Dataset records:

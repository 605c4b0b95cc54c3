"""build_surface on the types real libraries write: properties and descriptors, overloads,
generics and TypeVar selves, names served by a module `__getattr__`, stub folders.

Each case is a small fictional package written in tmp_path. The rules come from: PEP 484
(overloads, forward references as strings, stubs), PEP 673 (Self), PEP 562 (module
`__getattr__`), PEP 561 (stub packages), the typing documentation (TypeVar bound, generics) and
the Language Reference, "Implementing Descriptors" (`__get__`).
"""

from __future__ import annotations

import json

import pytest

from impactscope.surface import Surface, build_surface

from .helpers import write_tree

# -- properties and attributes ---------------------------------------------------------------


@pytest.fixture()
def frames(tmp_path):
    root = write_tree(tmp_path / "heronframe", {
        "__init__.py": """
            from .frame import Frame, Column
            from .index import Index
            """,
        "_props.pyi": """
            from typing import overload
            from .frame import Frame
            from .index import Index
            # as pandas' stubs do for its Cython cache: a property in disguise
            cache_readonly = property
            class AxisSlot:
                def __init__(self, axis: int = ...) -> None: ...
                @overload
                def __get__(self, obj: Frame, type) -> Index: ...
                @overload
                def __get__(self, obj: None, type) -> AxisSlot: ...
            """,
        "_helpers.py": """
            class lazy_value:
                def __init__(self, func): self.func = func
                def __get__(self, obj, cls): return self.func(obj)
            class bound_call:
                def __init__(self, func): self.func = func
                def __get__(self, obj, cls): return self
                def __call__(self, *a): ...
            def doc(text):
                def wrap(f): return f
                return wrap
            """,
        "index.py": "class Index:\n    def rename(self, name) -> 'Index': ...\n",
        "frame.py": """
            from __future__ import annotations
            from functools import cached_property
            from typing import TYPE_CHECKING
            from ._props import cache_readonly, AxisSlot
            from ._helpers import lazy_value, bound_call, doc
            from outside.caching import lazy_property, memoize
            if TYPE_CHECKING:
                from .index import Index

            class Column:
                pass

            class _Locator:
                def __getitem__(self, key) -> Column: ...

            class Frame:
                columns = AxisSlot(1)
                width: int
                first: Column

                def transpose(self) -> Frame: ...
                T = property(transpose)
                U = property(fget=transpose)
                W = property(lambda self: self)

                @property
                def loc(self) -> "_Locator": ...
                @cache_readonly
                def index(self) -> Index: ...
                @cached_property
                def head_column(self) -> Column | None: ...
                @lazy_value
                def summary(self) -> Column: ...
                @lazy_property
                def tail_column(self) -> Column: ...
                @bound_call
                def apply(self, f) -> Frame: ...
                @memoize
                def fingerprint(self) -> Column: ...
                @doc("Sort the rows.")
                def sort(self, by) -> Frame: ...
            """,
    })
    return build_surface(root)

▶ [Task instructions]: Every entry must be output again, exactly as written above.

▶ [Finished task]:
repository 605c4b0b95cc54c3
"""build_surface on the types real libraries write: properties and descriptors, overloads,
generics and TypeVar selves, names served by a module `__getattr__`, stub folders.

Each case is a small fictional package written in tmp_path. The rules come from: PEP 484
(overloads, forward references as strings, stubs), PEP 673 (Self), PEP 562 (module
`__getattr__`), PEP 561 (stub packages), the typing documentation (TypeVar bound, generics) and
the Language Reference, "Implementing Descriptors" (`__get__`).
"""

from __future__ import annotations

import json

import pytest

from impactscope.surface import Surface, build_surface

from .helpers import write_tree

# -- properties and attributes ---------------------------------------------------------------


@pytest.fixture()
def frames(tmp_path):
    root = write_tree(tmp_path / "heronframe", {
        "__init__.py": """
            from .frame import Frame, Column
            from .index import Index
            """,
        "_props.pyi": """
            from typing import overload
            from .frame import Frame
            from .index import Index
            # as pandas' stubs do for its Cython cache: a property in disguise
            cache_readonly = property
            class AxisSlot:
                def __init__(self, axis: int = ...) -> None: ...
                @overload
                def __get__(self, obj: Frame, type) -> Index: ...
                @overload
                def __get__(self, obj: None, type) -> AxisSlot: ...
            """,
        "_helpers.py": """
            class lazy_value:
                def __init__(self, func): self.func = func
                def __get__(self, obj, cls): return self.func(obj)
            class bound_call:
                def __init__(self, func): self.func = func
                def __get__(self, obj, cls): return self
                def __call__(self, *a): ...
            def doc(text):
                def wrap(f): return f
                return wrap
            """,
        "index.py": "class Index:\n    def rename(self, name) -> 'Index': ...\n",
        "frame.py": """
            from __future__ import annotations
            from functools import cached_property
            from typing import TYPE_CHECKING
            from ._props import cache_readonly, AxisSlot
            from ._helpers import lazy_value, bound_call, doc
            from outside.caching import lazy_property, memoize
            if TYPE_CHECKING:
                from .index import Index

            class Column:
                pass

            class _Locator:
                def __getitem__(self, key) -> Column: ...

            class Frame:
                columns = AxisSlot(1)
                width: int
                first: Column

                def transpose(self) -> Frame: ...
                T = property(transpose)
                U = property(fget=transpose)
                W = property(lambda self: self)

                @property
                def loc(self) -> "_Locator": ...
                @cache_readonly
                def index(self) -> Index: ...
                @cached_property
                def head_column(self) -> Column | None: ...
                @lazy_value
                def summary(self) -> Column: ...
                @lazy_property
                def tail_column(self) -> Column: ...
                @bound_call
                def apply(self, f) -> Frame: ...
                @memoize
                def fingerprint(self) -> Column: ...
                @doc("Sort the rows.")
                def sort(self, by) -> Frame: ...
            """,
    })
    return build_surface(root)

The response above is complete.